━━━━━ ENTRIES SUPPLIED

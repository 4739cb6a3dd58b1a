"""What every study shares: the study layouts (:func:`cut_geometry`), the
checks of a study's arguments, and what the first contact did
(:func:`contact_of`). See :mod:`shotplan.study`."""

from __future__ import annotations

import functools
import math
from collections.abc import Callable
from dataclasses import dataclass, fields
from typing import TYPE_CHECKING, Any

from ..aim import direction_deg, ghost_ball
from ..equipment import TableSpec
from ..errors import InputError
from ..layout import Layout
from ..physics.params import Physics
from ..stroke import OLD_ROLL_WORDS

if TYPE_CHECKING:
    from ..physics.simulator import Outcome, Simulator
    from ..table import Pocket, Table

__all__ = [
    "STUDY_TIPS",
    "OLD_SPIN_WORDS",
    "THROW_SPINS",
    "DEFLECTION_SPINS",
    "SPEED_PRESETS",
    "CUT_SIDES",
    "Progress",
    "MAX_ANGLE_DEG",
    "CutGeometry",
    "default_pockets",
    "check_angle",
    "check_distance",
    "table_of",
    "pocket_of",
    "cut_geometry",
    "place_shot",
    "sweep_angles",
    "physics_or_default",
    "angle_diff",
    "heading_deg",
    "fields_dict",
    "table_dict",
    "tick",
    "check_speed",
    "Contact",
    "contact_of",
    "stroke_at_ghost",
]


STUDY_TIPS: dict[str, str] = {"stun": "stun", "follow": "follow", "draw": "draw"}
"""Tip words of the window study and the search's tip choice each stands for
(``follow`` is natural roll from the start, as the search's ``follow``)."""

OLD_SPIN_WORDS: dict[str, str] = OLD_ROLL_WORDS
"""Spin words of the version before and the word that replaces each: one
word for natural roll across commands and files (``follow``, the trade's
stun/follow/draw). Still read for one version."""

THROW_SPINS: tuple[str, ...] = ("stun", "follow", "draw", "outside", "inside")
"""Spins of the throw study: ``outside``/``inside`` english is side spin at
the stun height, on the side away from / toward the cut."""

DEFLECTION_SPINS: tuple[str, ...] = ("stun", "follow", "draw")
"""Spins of the deflection study."""

SPEED_PRESETS: dict[str, float] = {"touch": 0.45, "slow": 0.9, "medium": 1.7, "fast": 3.0,
                                   "power": 4.8}
"""Launch speeds (m/s) the speed words stand for in a study: inside each
word's band of :func:`shotplan.stroke.speed_word`, near its geometric middle
(common practice, no source)."""

CUT_SIDES: tuple[str, ...] = ("auto", "left", "right")
"""Which way the object ball is cut: ``auto`` is left where both balls fit,
else right."""

Progress = Callable[[int, int], None]
"""A progress callback: ``progress(done, total)`` after each point."""

MAX_ANGLE_DEG = 89.0
"""Largest cut or approach angle a sweep accepts: at 90 degrees there is no hit."""



# ------------------------------------------------------------- geometry
@dataclass(frozen=True, slots=True)
class CutGeometry:
    """One study layout: where the balls sit for a cut into a pocket."""

    layout: Layout
    """Cue ball ``cue`` and the object ball (the table's first object-ball id)."""
    ball: str
    """Id of the object ball."""
    pocket: str
    """Pocket name."""
    pocket_kind: str
    """``corner`` or ``side``."""
    cut_deg: float
    """Cut angle, degrees."""
    approach_deg: float
    """Angle of the object ball's line to the pocket's axis, degrees
    (+ is counter-clockwise seen from above)."""
    cut_side: str
    """``left`` or ``right``: where the object ball goes, seen from the cue ball."""
    object_distance_m: float
    """Object ball's centre to the mouth line, along its line, m."""
    cue_distance_m: float
    """Cue ball's centre to the ghost ball's centre, m."""
    object_path_m: float
    """Object ball's centre to the pocket's target (drop-line middle), m."""
    target: tuple[float, float]
    """The pocket's target point, m."""
    ghost: tuple[float, float]
    """Ghost-ball centre, m."""

    @property
    def sense(self) -> float:
        """+1 for a left cut (the object ball's line is counter-clockwise of
        the cue ball's), -1 for a right cut."""
        return 1.0 if self.cut_side == "left" else -1.0

    @property
    def ghost_direction_deg(self) -> float:
        """Direction from the cue ball to the ghost ball, degrees."""
        return direction_deg(self.layout.position("cue"), self.ghost)
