"""Where a dragged or added ball lands: Table.nearest_legal_spot against a
brute-force reference (a fine grid of every legal place, checked with the
exact test Table.is_legal and the ball distances), on random targets among
random balls. No spot it returns may be illegal, overlap a ball, or lie
farther than the nearest legal grid point (the grid is an upper bound on the
true nearest distance)."""

from __future__ import annotations

import math

import numpy as np
import pytest

from shotplan.equipment import TableSpec
from shotplan.racks import new_layout, start_spot
from shotplan.table import Table

STEP = 0.004  # grid step, m


def _legal_grid(table: Table, others: np.ndarray) -> np.ndarray:
    xs = np.arange(-0.1, table.length + 0.1, STEP)
    ys = np.arange(-0.1, table.width + 0.1, STEP)
    pts = np.stack(np.meshgrid(xs, ys), axis=-1).reshape(-1, 2)
    ok = table.is_legal(pts)
    for q in others:
        ok &= np.hypot(pts[:, 0] - q[0], pts[:, 1] - q[1]) >= 2 * table.ball_radius - 1e-9
    return pts[ok]


@pytest.mark.parametrize("preset", ["pool-9ft", "snooker", "carom"])
def test_nearest_legal_spot_is_legal_clear_and_no_farther_than_brute_force(preset):
    table = Table(TableSpec.preset(preset))
    rng = np.random.default_rng(20261204)
    for _ in range(6):
        others = rng.uniform([0, 0], [table.length, table.width], size=(int(rng.integers(0, 10)), 2))
        grid = _legal_grid(table, others)
        for _ in range(4):
            target = rng.uniform([-0.05, -0.05], [table.length + 0.05, table.width + 0.05])
            spot = table.nearest_legal_spot(target, others)
            assert spot is not None
            assert table.is_legal([spot])[0]
            if len(others):
                assert np.min(np.hypot(*(others - spot).T)) >= 2 * table.ball_radius - 1e-9
            best = float(np.min(np.hypot(*(grid - target).T)))
            assert math.dist(spot, target) <= best + 1e-9


def test_a_full_table_has_no_spot_and_a_legal_target_stays():
    table = Table(TableSpec.preset("pool-9ft"))
    r2 = 2 * table.ball_radius
    xs, ys = np.arange(0, table.length + r2, r2 * 0.9), np.arange(0, table.width + r2, r2 * 0.9)
    crowd = np.stack(np.meshgrid(xs, ys), axis=-1).reshape(-1, 2)
    assert table.nearest_legal_spot((1.0, 0.6), crowd) is None
    assert table.nearest_legal_spot((1.0, 0.6), [(2.0, 0.6)]) == (1.0, 0.6)
    assert table.nearest_legal_spot((1.0, -0.3), [], reach=0.1) is None  # 0.33 m away


@pytest.mark.parametrize("preset", ["pool-9ft", "snooker", "carom"])
def test_new_layout_has_only_the_cue_ball_at_its_start_spot(preset):
    spec = TableSpec.preset(preset)
    layout = new_layout(spec)
    assert [b for b, _ in layout.balls] == ["cue"]
    # The start spots are legal places on every preset, so the cue ball is on it.
    assert layout.position("cue") == start_spot(spec)
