"""Odd values for the options of the commands that search and simulate: every
one ends as exit code 0 or 2 with at most one error line, never a traceback."""

from __future__ import annotations

import pathlib

import pytest
from hypothesis import HealthCheck, example, given, settings
from hypothesis import strategies as st

from shotplan.cli import main

DEMO = str(pathlib.Path(__file__).resolve().parent.parent / "assets" / "layouts"
           / "club-night-4-position-drill.json")

WORDS = st.sampled_from(["", "nowhere", "cue", "4", "5", "foot-right", "side-left", "massé",
                         "direct", "bank,kick", "stun", "follow", "1e309", "-0", "nan", "inf",
                         "0", "-1", "99", "0.3", "red1", "head-left"])
NUMBERS = st.one_of(st.sampled_from(["nan", "inf", "-inf", "1e309", "-0.0", "", "abc"]),
                    st.floats(allow_nan=False, allow_infinity=False, width=32).map(str))


def run(argv, capsys):
    code = main(argv)
    err = capsys.readouterr().err
    assert code in (0, 2), (argv, code, err)
    assert "Traceback" not in err
    assert len([line for line in err.splitlines() if line.strip()]) <= 1, err
    return code


@settings(max_examples=60, deadline=None, suppress_health_check=[HealthCheck.function_scoped_fixture])
@given(option=st.sampled_from(["--ball", "--pocket", "--kinds", "--tip", "--speed", "--side",
                               "--top"]),
       value=st.one_of(WORDS, NUMBERS))
@example(option="--speed", value="1.092790244588137e-35")  # found by this test: no events at all
def test_plan_options(capsys, option, value):
    run(["plan", DEMO, "--ball", "4", "--kinds", "direct", option, value], capsys)


@settings(max_examples=60, deadline=None, suppress_health_check=[HealthCheck.function_scoped_fixture])
@given(option=st.sampled_from(["--direction", "--speed", "--side", "--height", "--elevation"]),
       value=NUMBERS)
@example(option="--speed", value="1e-35")
def test_simulate_options(capsys, option, value):
    run(["simulate", DEMO, option, value], capsys)


@pytest.mark.parametrize("argv", [
    ["draw", DEMO, "--shot", "0", "-o", "x.png"],
    ["draw", DEMO, "--shot", "1", "--ball", "9", "-o", "x.png"],
    ["draw", DEMO, "--paths", "-o", "x.gif"],
    ["position", DEMO, "--ball", "4", "--pocket", "nowhere"],
    ["study", "window", "--pocket", "nowhere"],
    ["study", "throw", "--speed", "warp"],
    ["cushion", "report", "nowhere.json"],
    ["drill", "nowhere.json"],
])
def test_bad_values_elsewhere(capsys, tmp_path, monkeypatch, argv):
    monkeypatch.chdir(tmp_path)
    assert run(argv, capsys) == 2
    assert not list(tmp_path.iterdir())
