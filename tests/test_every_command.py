"""Every command on every demo file, and on random layouts: what a new user meets first.

Each command that has ``--json`` runs with it on every demo layout, drill
and measurement file, and its output must parse as strict JSON (RFC 8259
has no NaN and no Infinity: ``parse_constant`` raises on them). Each also
runs without ``--json``. Then random layouts (hypothesis), including the
hard cases: touching balls, balls frozen to a cushion, balls in a pocket's
mouth, tables other than the 9-ft one.
"""

from __future__ import annotations

import json
import math
from pathlib import Path

import pytest
from hypothesis import HealthCheck, event, given, settings
from hypothesis import strategies as st

from shotplan.cli import main
from shotplan.equipment import TableSpec

ROOT = Path(__file__).resolve().parents[1]
LAYOUTS = sorted((ROOT / "assets" / "layouts").glob("*.json"))
DRILLS = sorted((ROOT / "assets" / "drills").glob("*.json"))
MEASUREMENTS = sorted((ROOT / "assets" / "measurements").glob("*.csv"))


def _no_constants(name: str) -> None:
    raise ValueError(f"not strict JSON: {name}")


def strict(text: str) -> object:
    """Parse as RFC 8259 JSON: NaN, Infinity and -Infinity are refused."""
    return json.loads(text, parse_constant=_no_constants)


def run(capsys: pytest.CaptureFixture[str], *argv: str) -> tuple[int, str, str]:
    code = main(list(argv))
    out, err = capsys.readouterr()
    return code, out, err


def run_json(capsys: pytest.CaptureFixture[str], *argv: str) -> object:
    code, out, err = run(capsys, *argv, "--json")
    assert code == 0, err
    assert "Traceback" not in err
    return strict(out)


def test_demo_files_exist():
    assert len(LAYOUTS) >= 6 and DRILLS and len(MEASUREMENTS) >= 3


def test_tables(capsys):
    doc = run_json(capsys, "tables")
    assert isinstance(doc, list) and doc
    code, out, _ = run(capsys, "tables")
    assert code == 0 and "pool-9ft" in out


@pytest.mark.parametrize("layout", LAYOUTS, ids=lambda p: p.stem)
def test_layout_commands(layout: Path, capsys, tmp_path):
    name = str(layout)
    assert run_json(capsys, "check", name)["ok"] is True
    code, out, err = run(capsys, "check", name)
    assert code == 0 and out.startswith("ok:") and err == ""

    sim = run_json(capsys, "simulate", name)
    assert sim["complete"] is True
    code, out, _ = run(capsys, "simulate", name)
    assert code == 0 and "where the balls end" in out and "diamonds" in out

    shots = run_json(capsys, "plan", name, "--top", "6")
    assert isinstance(shots, list)
    explained = run_json(capsys, "plan", name, "--explain")
    assert set(explained) == {"shots", "rejected"}
    for r in explained["rejected"]:
        assert r["reason"] and r["reason"] != "misses in simulation"
    code, out, _ = run(capsys, "plan", name, "--top", "3", "--explain")
    assert code == 0

    out_png = tmp_path / "d.png"
    assert run(capsys, "draw", name, "-o", str(out_png))[0] == 0
    assert out_png.read_bytes()[:8] == b"\x89PNG\r\n\x1a\n"
    if shots:
        assert run(capsys, "draw", name, "--shot", "1", "-o", str(tmp_path / "s.svg"))[0] == 0
        direct = [s for s in shots if s["kind"] == "direct"]
        if direct:
            s = direct[0]
            doc = run_json(capsys, "position", name, "--ball", s["balls"][0], "--pocket",
                           s["pocket"], "--speeds=1.5,2.5", "--heights=0,0.2", "--sides=0")
            assert isinstance(doc, dict)
            code, out, _ = run(capsys, "position", name, "--ball", s["balls"][0], "--pocket",
                               s["pocket"], "--speeds=2", "--heights=0", "--sides=0")
            assert code == 0
    # The atlas on a coarse grid, in this process (a cluster is tested in test_atlas.py).
    balls = [b for b in json.loads(layout.read_text())["balls"] if b != "cue"]
    if balls:
        coarse = ("--grid", "0.35", "--kinds", "direct", "--workers", "0")
        doc = run_json(capsys, "atlas", name, "--ball", balls[0], *coarse)
        assert doc["summary"]["open_cells"] > 0
        code, out, _ = run(capsys, "atlas", name, "--ball", balls[0], *coarse,
                           "-o", str(tmp_path / "a.png"), "--csv", str(tmp_path / "a.csv"))
        assert code == 0 and (tmp_path / "a.png").exists() and (tmp_path / "a.csv").exists()


@pytest.mark.parametrize("drill", DRILLS, ids=lambda p: p.stem)
def test_drill(drill: Path, capsys):
    doc = run_json(capsys, "drill", str(drill), "--trials", "30", "--seed", "1")
    assert doc
    code, out, _ = run(capsys, "drill", str(drill), "--trials", "30", "--seed", "1")
    assert code == 0


@pytest.mark.parametrize("kind", ["window", "throw", "deflection", "aim"])
def test_study(kind: str, capsys):
    extra = ["--step", "30"]
    doc = run_json(capsys, "study", kind, *extra)
    assert isinstance(doc, dict)
    assert run(capsys, "study", kind, *extra)[0] == 0


def test_cushion_fit_and_report(capsys, tmp_path):
    profile = tmp_path / "club.json"
    files = [str(p) for p in MEASUREMENTS]
    doc = run_json(capsys, "cushion", "fit", *files, "-o", str(profile))
    assert isinstance(doc, dict) and profile.exists()
    assert run(capsys, "cushion", "fit", *files)[0] == 0
    report = run_json(capsys, "cushion", "report", str(profile))
    assert isinstance(report, dict)
    assert run(capsys, "cushion", "report", str(profile))[0] == 0


# ------------------------------------------------------------ random layouts
TABLES = ["pool-9ft", "pool-8ft", "pool-7ft", "snooker"]


@st.composite
def layouts(draw: st.DrawFn) -> dict:
    """A layout file's object: a few balls on the cloth, some of them in
    the hard places (touching another ball, frozen to a cushion, in a
    corner), and a stroke."""
    name = draw(st.sampled_from(TABLES))
    spec = TableSpec.preset(name)
    R = spec.ball.radius_m
    L, W = spec.length_m, spec.width_m
    ids = (["cue", "red1", "red2", "red3", "black", "pink"] if name == "snooker"
           else ["cue", "1", "2", "3", "8", "9"])
    n = draw(st.integers(2, 6))
    balls: dict[str, list[float]] = {}
    for bid in ids[:n]:
        how = draw(st.sampled_from(["free", "touching", "cushion", "corner"]))
        if how == "touching" and balls:
            other = draw(st.sampled_from(sorted(balls)))
            ang = draw(st.floats(0, 2 * math.pi))
            ox, oy = balls[other]
            x, y = ox + 2 * R * math.cos(ang), oy + 2 * R * math.sin(ang)
        elif how == "cushion":
            x = draw(st.floats(0.2, L - 0.2))
            y = draw(st.sampled_from([R, W - R]))
        elif how == "corner":
            x = draw(st.sampled_from([0.09, L - 0.09]))
            y = draw(st.sampled_from([R, W - R]))
        else:
            x = draw(st.floats(R, L - R))
            y = draw(st.floats(R, W - R))
        balls[bid] = [round(x, 6), round(y, 6)]
    stroke = {"direction_deg": draw(st.floats(-180, 180)), "speed_mps": draw(st.floats(0.1, 9.0)),
              "side": draw(st.floats(-0.3, 0.3)), "height": draw(st.floats(-0.35, 0.35))}
    return {"format": "shotplan-layout", "version": 1, "table": name, "balls": balls,
            "stroke": stroke}


@settings(max_examples=60, deadline=None, suppress_health_check=[HealthCheck.function_scoped_fixture])
@given(doc=layouts())
def test_random_layouts_every_command(doc: dict, capsys, tmp_path_factory):
    path = tmp_path_factory.mktemp("lay") / "r.json"
    path.write_text(json.dumps(doc))
    code, out, err = run(capsys, "check", str(path), "--json")
    assert code in (0, 2) and "Traceback" not in err
    checked = strict(out)
    event("playable" if checked["ok"] else "refused")
    if not checked["ok"]:
        # a layout with problems is refused by every command that plays it,
        # in one line, exit 2
        code, out, err = run(capsys, "simulate", str(path), "--json")
        assert code == 2 and out == "" and len(err.splitlines()) == 1
        return
    code, out, err = run(capsys, "simulate", str(path), "--json")
    assert code == 0, err
    sim = strict(out)
    for ball in sim["balls"].values():
        if ball["state"] != "pocketed":
            assert math.isfinite(ball["x"]) and math.isfinite(ball["y"])
    code, out, err = run(capsys, "plan", str(path), "--json", "--kinds", "direct,bank",
                         "--top", "2", "--explain")
    assert code == 0, err
    strict(out)
    balls = [b for b in doc["balls"] if b != "cue"]
    if balls:
        code, out, err = run(capsys, "atlas", str(path), "--ball", balls[-1], "--grid", "0.45",
                             "--kinds", "direct", "--workers", "0", "--json")
        assert code == 0, err
        strict(out)
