"""What the view says and where, from a new-user trial: the carom's verdict
in the aim box, the key under the shots list, the pointer's place only over
the table, a long title cut with an ellipsis, text drawn over the balls.
Headless (conftest.py)."""

from __future__ import annotations

import math
from pathlib import Path

import pytest
from carom_events import judge_from_events
from test_view_layout import make_app

from shotplan.games import carom_scores
from shotplan.layout import load_layout
from shotplan.render.scene import Layer, TextShape
from shotplan.view.controls import CAROM_LEGEND, RAIL_LEGEND
from shotplan.view.draw import ShapeGroup
from shotplan.view.layers import view_shapes
from shotplan.view.words import aim_html, pointer_words

pytestmark = pytest.mark.usefixtures("display")  # conftest.py

LAYOUTS = Path(__file__).resolve().parent.parent / "assets" / "layouts"
CAROM = LAYOUTS / "club-night-9-three-cushion.json"
RACK = LAYOUTS / "club-night-5-9ball-rack.json"
CUT = LAYOUTS / "club-night-2-cut-to-corner.json"


def test_the_aim_box_says_whether_a_carom_scores(tmp_path):
    app = make_app(tmp_path, load_layout(CAROM), CAROM)
    app.settle()
    st = app.state
    assert app.panels.legend.text == CAROM_LEGEND
    app.do("proposal", 0)
    app.settle()
    met, cushions = judge_from_events(app.predictor.outcome)  # the tests' own reading
    assert carom_scores("three-cushion", met, cushions).scores  # a proposal scores
    text = aim_html(st, app.predictor)
    assert f"Scores: {met[0]}, then {met[1]} after {cushions} cushions" in text
    assert "pocketed" not in text
    # Straight at the nearer ball, soft: no carom, and the box says why.
    cue, first = st.layout.position("cue"), st.layout.position(met[0])
    st.aim_free(math.degrees(math.atan2(first[1] - cue[1], first[0] - cue[0])))
    st.set_speed(0.6)
    app.settle()
    met, cushions = judge_from_events(app.predictor.outcome)
    verdict = carom_scores("three-cushion", met, cushions)
    assert not verdict.scores
    assert f"No point: {verdict.reason}" in aim_html(st, app.predictor)


def test_the_key_under_the_list_goes_with_what_it_explains(tmp_path):
    app = make_app(tmp_path, load_layout(CUT), CUT)
    app.settle()
    assert app.panels.legend.text == RAIL_LEGEND
    app = make_app(tmp_path, load_layout(RACK), RACK)
    app.settle()
    assert app.panels.why.visible and app.panels.legend.text == ""  # no rows, no key


def test_the_pointer_place_is_said_only_over_the_table(tmp_path):
    app = make_app(tmp_path, load_layout(CUT), CUT)
    t = app.state.table
    edge = t.spec.cushion.rubber_width_m + t.spec.cushion.rail_width_m
    assert pointer_words(0.3, -edge + 0.005, t).startswith("x ")  # on the rail
    assert pointer_words(0.3, -edge - 0.005, t) == ""  # below it
    assert pointer_words(t.length + edge + 0.005, 0.3, t) == ""
    # The status line then falls back to its hint.
    below = app.transform.to_screen(0.3, -edge - 0.05)
    if app.pointer.inside(tuple(int(v) for v in below)):
        app.hover_pos = tuple(int(v) for v in below)
        assert app.status_text() == "F1 lists the keys"


def test_a_long_title_is_cut_with_an_ellipsis_and_keeps_unsaved(tmp_path):
    app = make_app(tmp_path, load_layout(CUT), CUT, size=(820, 620))
    x, y = app.state.layout.position("2")
    app.state.move_ball("2", (x + 0.01, y))
    app.update(0.02)
    label = app.panels.title_label
    shown = label.text
    assert shown.endswith("\u2026 (unsaved)") and len(shown) < len(app.title_text())
    assert label.font.size(shown)[0] <= label.rect.width - 10
    assert app.title_text().startswith(shown[: -len("\u2026 (unsaved)")].rstrip())


def test_text_is_drawn_over_the_balls(tmp_path):
    app = make_app(tmp_path, load_layout(RACK), RACK)
    st = app.state
    cue, apex = st.layout.position("cue"), st.layout.position("1")
    st.aim_free(math.degrees(math.atan2(apex[1] - cue[1], apex[0] - cue[0])) + 0.5)
    app.settle()
    assert app.predictor.geometry is not None  # a cut on the rack's first ball
    shapes = view_shapes(st, app.predictor, None, None, 1.0)
    balls = [k for k, s in enumerate(shapes) if isinstance(s, ShapeGroup)]
    labels = [k for k, s in enumerate(shapes) if isinstance(s, TextShape) and s.layer >= Layer.LABEL]
    assert balls and labels and min(labels) > max(balls)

━━━━━━━━━━

Look through the data above and return exactly the lines from the one that contains "not in text" to the one that contains "in aim_html(st, app.predictor)", inclusive, with nothing else.

* [SOLUTION FOR THIS EXERCISE]
    assert "pocketed" not in text
    # Straight at the nearer ball, soft: no carom, and the box says why.
    cue, first = st.layout.position("cue"), st.layout.position(met[0])
    st.aim_free(math.degrees(math.atan2(first[1] - cue[1], first[0] - cue[0])))
    st.set_speed(0.6)
    app.settle()
    met, cushions = judge_from_events(app.predictor.outcome)
    verdict = carom_scores("three-cushion", met, cushions)
    assert not verdict.scores
    assert f"No point: {verdict.reason}" in aim_html(st, app.predictor)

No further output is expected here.